At the boat he set down his liquid burden and passed the ice down to Mike; he heard it thump down into the box as he reached back up over his head and handed down the water pails. He dropped down to the deck himself from the ladder after casting off the lines and fended off from the pilings with the boat hook as Mike started the engine with a deep-throated roar that sent the nearby gulls zooming aloft.

They crept away from the dock and out into the deserted Sound, and Mike nodded at a sleekly expensive cabin cruiser which contrasted sharply with their own weather-beaten down-at-heels appearance. “I'll own one like that in a year, Johnny.”

Johnny looked at the cruiser and back at Mike. “You plannin' on hitting the sweeps? Besides, you couldn't desert the old lady.”

Mike smiled. “I'll retire the old lady and keep her for a pet.”
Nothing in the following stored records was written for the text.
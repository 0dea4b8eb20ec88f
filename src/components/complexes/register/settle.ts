import type { SpinChoice, spinChoices as SpinChoices } from '#src/chem/electrons.ts';
import type { EntityReading } from '#src/chem/formula/index.ts';
import type { Isomer, IsomerList, isomersOf as IsomersOf } from '#src/chem/geometry/index.ts';
import type { ComplexInput } from '#src/contracts/complexes.ts';

/** An isomer by its place in the list; `rac` where the hand is not told. Null: not stated. */
export type IsomerPick = { index: number; rac: boolean } | null;
export type SpinPick = SpinChoice['spin'] | 'crossover' | null;

/** What a person chose; what is left out takes its default. */
export interface Choices {
  /** The entity they were made for: choices do not outlive it. */
  of: string;
  geometry?: string | null;
  isomer?: IsomerPick;
  spinState?: SpinPick;
}

/** Everything that follows from an entity and the choices made for it. */
export interface Settled {
  geometry: string | null;
  list: IsomerList | null;
  pick: IsomerPick;
  isomer: Isomer | null;
  chirality: string | null;
  spins: SpinChoice[];
  spinState: SpinPick;
  groundTerm: SpinChoice['groundTerm'];
}

interface Chemistry {
  isomersOf: typeof IsomersOf;
  spinChoices: typeof SpinChoices;
}

/** The entity, and the prefix before it: what choices are made for. */
export const subjectOf = (entity: EntityReading): string => `${entity.identity} ${entity.configuration ?? ''}`;

/** How many forms there are when mirror images count as one. */
export const formCount = (list: IsomerList): number => list.count - list.enantiomericPairs;

/**
 * The isomer that the formula itself states: by being the only form, or by its prefix (`trans-`, `Λ-`). Of a chiral
 * one without a hand, the pair.
 */
export function defaultPick(list: IsomerList, configuration: string | null): IsomerPick {
  const hand = /[ΔΛ]/.exec(configuration ?? '')?.[0];
  const name = configuration?.replace(/[ΔΛ]-?|rac-?/g, '').replace(/^-|-$/g, '') || null;
  const form = formCount(list) === 1 ? list.isomers : list.isomers.filter((one) => name && one.descriptor === name);
  const [first] = form;
  if (!first || form.length !== (first.chiral ? 2 : 1)) return null;
  const isomer = (hand && form.find((one) => one.chirality === hand)) || first;
  return { index: list.isomers.indexOf(isomer), rac: isomer.chiral && !(hand && isomer.chirality === hand) };
}

const FIELDS = new Set(['OC-6', 'T-4', 'SP-4']);

/** The spin states to choose from; empty where there is no choice, or the polyhedron is not one they are told for. */
function spinsOf(spinChoices: Chemistry['spinChoices'], entity: EntityReading, geometry: string | null): SpinChoice[] {
  const [centre, ...others] = entity.centres;
  if (!centre || others.length > 0 || geometry === null || !FIELDS.has(geometry)) return [];
  return spinChoices(centre.dCount, geometry as 'OC-6' | 'T-4' | 'SP-4');
}

/** Choices made for another entity, and those that no longer fit, give way to the defaults. */
export function settle({ isomersOf, spinChoices }: Chemistry, entity: EntityReading, choices: Choices): Settled {
  const own: Partial<Choices> = choices.of === subjectOf(entity) ? choices : {};
  const isSingle = entity.centres.length === 1;
  const fits = own.geometry === null || (own.geometry !== undefined && entity.geometries.includes(own.geometry));
  const geometry = !isSingle ? null : fits ? own.geometry! : (entity.geometries[0] ?? null);

  const list = isomersOf(entity, geometry)?.list ?? null;
  const chosen = own.isomer === null || (own.isomer && list?.isomers[own.isomer.index]) ? own.isomer : undefined;
  const pick = list ? (chosen === undefined ? defaultPick(list, entity.configuration) : chosen) : null;
  const isomer = (pick && list?.isomers[pick.index]) ?? null;

  const spins = spinsOf(spinChoices, entity, geometry);
  const spinState = spins.length > 1 ? (own.spinState ?? null) : null;
  const state = spins.length === 1 ? spins[0] : spins.find(({ spin }) => spin === spinState);
  return {
    geometry,
    list,
    pick,
    isomer,
    chirality: isomer?.chiral ? (pick?.rac ? 'rac' : isomer.chirality) : null,
    spins,
    spinState,
    groundTerm: state?.groundTerm ?? null,
  };
}

/** The parts of a registration that are settled here. */
export function settledInput({
  geometry,
  pick,
  spinState,
}: Settled): Pick<ComplexInput, 'geometry' | 'isomer' | 'chirality' | 'spinState'> {
  return {
    geometry,
    isomer: pick === null ? null : pick.index,
    ...(pick?.rac ? { chirality: 'rac' as const } : {}),
    spinState,
  };
}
Johnny crouched before a compartment door in the cockpit and removed a tangle of gear. Swiftly he assembled two spinning rods and sorted out a double handful of mismatched reels, swivels, lures, leader wire, a battered knife and a rusty hatchet. Beyond the point the breeze freshened; Ye Olde Beaste lumbered through lengthening swells, and the air had a crisper tang. Johnny removed half a dozen bottles of beer from the case in the bottom of the boat and put them in the box with the ice.

“Any place in particular you want to try?” Mike asked from the wheel.

“Anywhere-I don't care. When you get tired of burnin' gas, throw over the float.” He bent double to peel his T-shirt off over his head, and Mike grimaced at the Indian-bronzed torso.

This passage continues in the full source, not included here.